There's a new school of thought starting to emerge in the world of analytics that stresses the value of analyzing streams of data in real time.
The biggest proponent of this approach to analytics is IBM, which is using a platform it developed to run streaming analytics as a cornerstone of its Smarter Planet initiatives.
After initially making InfoSphere Streams available in beta late last year, IBM today announced the general availability of version 1.2 of the platform. This version of the platform adds a higher speed messaging transport, more predictive analytic applications and a built-in failover capability, said Nagui Halim, a researcher and product director for InfoSphere Streams at IBM.
The basic idea behind the InfoSphere Streams is to analyze streams of data in real time in order to predict an outcome, and then use that information to alter that outcome if it proves to be undesirable. The example IBM gives of the technology in action is how InfoSphere Streams is being used in Stockholm to alter traffic patterns. But the InfoSphere Streams could just as easily be used to track blood flow in a patient in order to establish what changes in patterns are early indicators of the onset of a particular disease. Other applications include developing analytics around various types of trading systems and applications that could track e-commerce patterns on the Web in real time.
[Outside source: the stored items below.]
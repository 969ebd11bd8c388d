//! The layer table of DEVELOPERS.md, enforced: every `crate::` path in `src/**/*.rs` must point
//! to a module of the same layer or a lower one, and the top-level modules must not import each
//! other in a cycle.

use std::collections::{BTreeMap, BTreeSet};
use std::fs;
use std::path::Path;

/// The layers, lowest first, and the top-level modules each holds (as in DEVELOPERS.md).
const LAYERS: &[(&str, &[&str])] = &[
    (
        "leaves",
        &[
            "error",
            "expr",
            "rng",
            "fmt",
            "codec",
            "output",
            "family",
            "decompose",
        ],
    ),
    ("data", &["dgp", "dataset"]),
    ("plan", &["scenario"]),
    ("engine", &["runner"]),
    ("output", &["report", "check", "shard"]),
    ("front", &["harness", "commands", "progress", "cli", "main"]),
];

fn layer_of(module: &str) -> Option<usize> {
    LAYERS.iter().position(|(_, m)| m.contains(&module))
}

/// The top-level module a source file belongs to (`src/family/tree.rs` → `family`).
fn module_of(path: &Path, src: &Path) -> String {
    let rel = path.strip_prefix(src).expect("under src");
    let first = rel.components().next().expect("a component");
    let name = first.as_os_str().to_string_lossy();
    name.trim_end_matches(".rs").to_string()
}

fn rust_files(dir: &Path, out: &mut Vec<std::path::PathBuf>) {
    for e in fs::read_dir(dir).expect("reads src") {
        let p = e.expect("entry").path();
        if p.is_dir() {
            rust_files(&p, out);
        } else if p.extension().is_some_and(|x| x == "rs") {
            out.push(p);
        }
    }
}

/// Every `crate::NAME` used in the file's code (comments and doc comments skipped), plus
/// `super::`-free imports are within the module by construction.
fn crate_refs(text: &str) -> BTreeSet<String> {
    let mut out = BTreeSet::new();
    // Comments stripped, lines joined: a `use crate::{…}` group may span lines.
    let code: String = text
        .lines()
        .map(|line| match line.find("//") {
            Some(i) => &line[..i],
            None => line,
        })
        .collect::<Vec<_>>()
        .join(" ");
    let mut rest = code.as_str();
    while let Some(i) = rest.find("crate::") {
        let after = &rest[i + "crate::".len()..];
        if let Some(group) = after.strip_prefix('{') {
            // `crate::{a, b::{c, d}, e}`: the first name of each top-level item.
            let mut depth = 0usize;
            let mut item_start = true;
            for (j, c) in group.char_indices() {
                match c {
                    '{' => depth += 1,
                    '}' if depth == 0 => break,
                    '}' => depth -= 1,
                    ',' if depth == 0 => item_start = true,
                    c if item_start && (c.is_ascii_alphanumeric() || c == '_') => {
                        let name: String = group[j..]
                            .chars()
                            .take_while(|c| c.is_ascii_alphanumeric() || *c == '_')
                            .collect();
                        if name != "self" {
                            out.insert(name);
                        }
                        item_start = false;
                    }
                    _ => {}
                }
            }
        } else {
            let name: String = after
                .chars()
                .take_while(|c| c.is_ascii_alphanumeric() || *c == '_')
                .collect();
            if !name.is_empty() {
                out.insert(name);
            }
        }
        rest = after;
    }
    out
}

/// The scanner reads groups over several lines and nested groups by their first names.
#[test]
fn crate_references_are_read_from_multi_line_and_nested_groups() {
    let text = "use crate::{\n    fmt,\n    report::{self, ResultDoc}, // note crate::x\n    runner,\n};\nlet e = crate::error::Error::Usage;";
    let got: Vec<String> = crate_refs(text).into_iter().collect();
    assert_eq!(got, ["error", "fmt", "report", "runner"]);
}

#[test]
fn dependencies_point_down_the_layer_table_and_form_no_cycle() {
    let src = Path::new(env!("CARGO_MANIFEST_DIR")).join("src");
    let mut files = Vec::new();
    rust_files(&src, &mut files);
    files.sort();
    assert!(files.len() > 20, "found only {} source files", files.len());
    let mut edges: BTreeMap<String, BTreeSet<String>> = BTreeMap::new();
    let mut wrong: Vec<String> = Vec::new();
    for f in &files {
        let from = module_of(f, &src);
        if from == "lib" {
            continue;
        }
        let Some(lf) = layer_of(&from) else {
            wrong.push(format!(
                "{}: module `{from}` is in no layer; add it to DEVELOPERS.md and this test",
                f.display()
            ));
            continue;
        };
        let text = fs::read_to_string(f).expect("reads source");
        for to in crate_refs(&text) {
            if to == from {
                continue;
            }
            let Some(lt) = layer_of(&to) else {
                // `crate::Error` and similar re-exports at the crate root.
                if to.chars().next().is_some_and(char::is_uppercase) {
                    continue;
                }
                wrong.push(format!("{}: `crate::{to}` is in no layer", f.display()));
                continue;
            };
            if lt > lf {
                wrong.push(format!(
                    "{}: `{from}` ({}) uses `{to}` ({}), a higher layer",
                    f.display(),
                    LAYERS[lf].0,
                    LAYERS[lt].0
                ));
            }
            edges.entry(from.clone()).or_default().insert(to);
        }
    }
    assert!(
        wrong.is_empty(),
        "layering violations:\n{}",
        wrong.join("\n")
    );

    // No cycle among top-level modules (depth-first search).
    fn visit(
        n: &str,
        edges: &BTreeMap<String, BTreeSet<String>>,
        state: &mut BTreeMap<String, u8>,
        path: &mut Vec<String>,
    ) -> Option<Vec<String>> {
        match state.get(n) {
            Some(1) => {
                let i = path.iter().position(|p| p == n).unwrap_or(0);
                let mut c = path[i..].to_vec();
                c.push(n.to_string());
                return Some(c);
            }
            Some(2) => return None,
            _ => {}
        }
        state.insert(n.to_string(), 1);
        path.push(n.to_string());
        for m in edges.get(n).into_iter().flatten() {
            if let Some(c) = visit(m, edges, state, path) {
                return Some(c);
            }
        }
        path.pop();
        state.insert(n.to_string(), 2);
        None
    }
    let mut state = BTreeMap::new();
    for n in edges.keys() {
        if let Some(c) = visit(n, &edges, &mut state, &mut Vec::new()) {
            panic!("import cycle: {}", c.join(" -> "));
        }
    }
}

#[test]
fn the_scanner_sees_use_groups_and_skips_comments() {
    let refs = crate_refs(
        "use crate::{runner, report::terminal};\n// crate::commands in a comment\nlet x = crate::fmt::fmt_num(1.0);",
    );
    let want: BTreeSet<String> = ["runner", "report", "fmt"]
        .iter()
        .map(|s| s.to_string())
        .collect();
    assert_eq!(refs, want);
}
InfoSphere Streams has its own run-time environment and requires mastering a new dedicated language IBM developed to build applications on top of the platform. To facilitate that process, IBM is making InfoSphere Streams an element of the analytics training that it is funding at schools such as Fordham University and the University of Ottawa.
While the concept of analyzing streaming data as part of business intelligence applications has been around for a while, IBM is trying to create one of the first dedicated frameworks around this discipline. It is one thing to use predictive analytics to gather information after the fact to come up with some data that suggests what might happen next based on past events. Predicting what will happen next based on live streaming data is a whole other level of analytics that has far greater potential to change the way people actually work and live every day.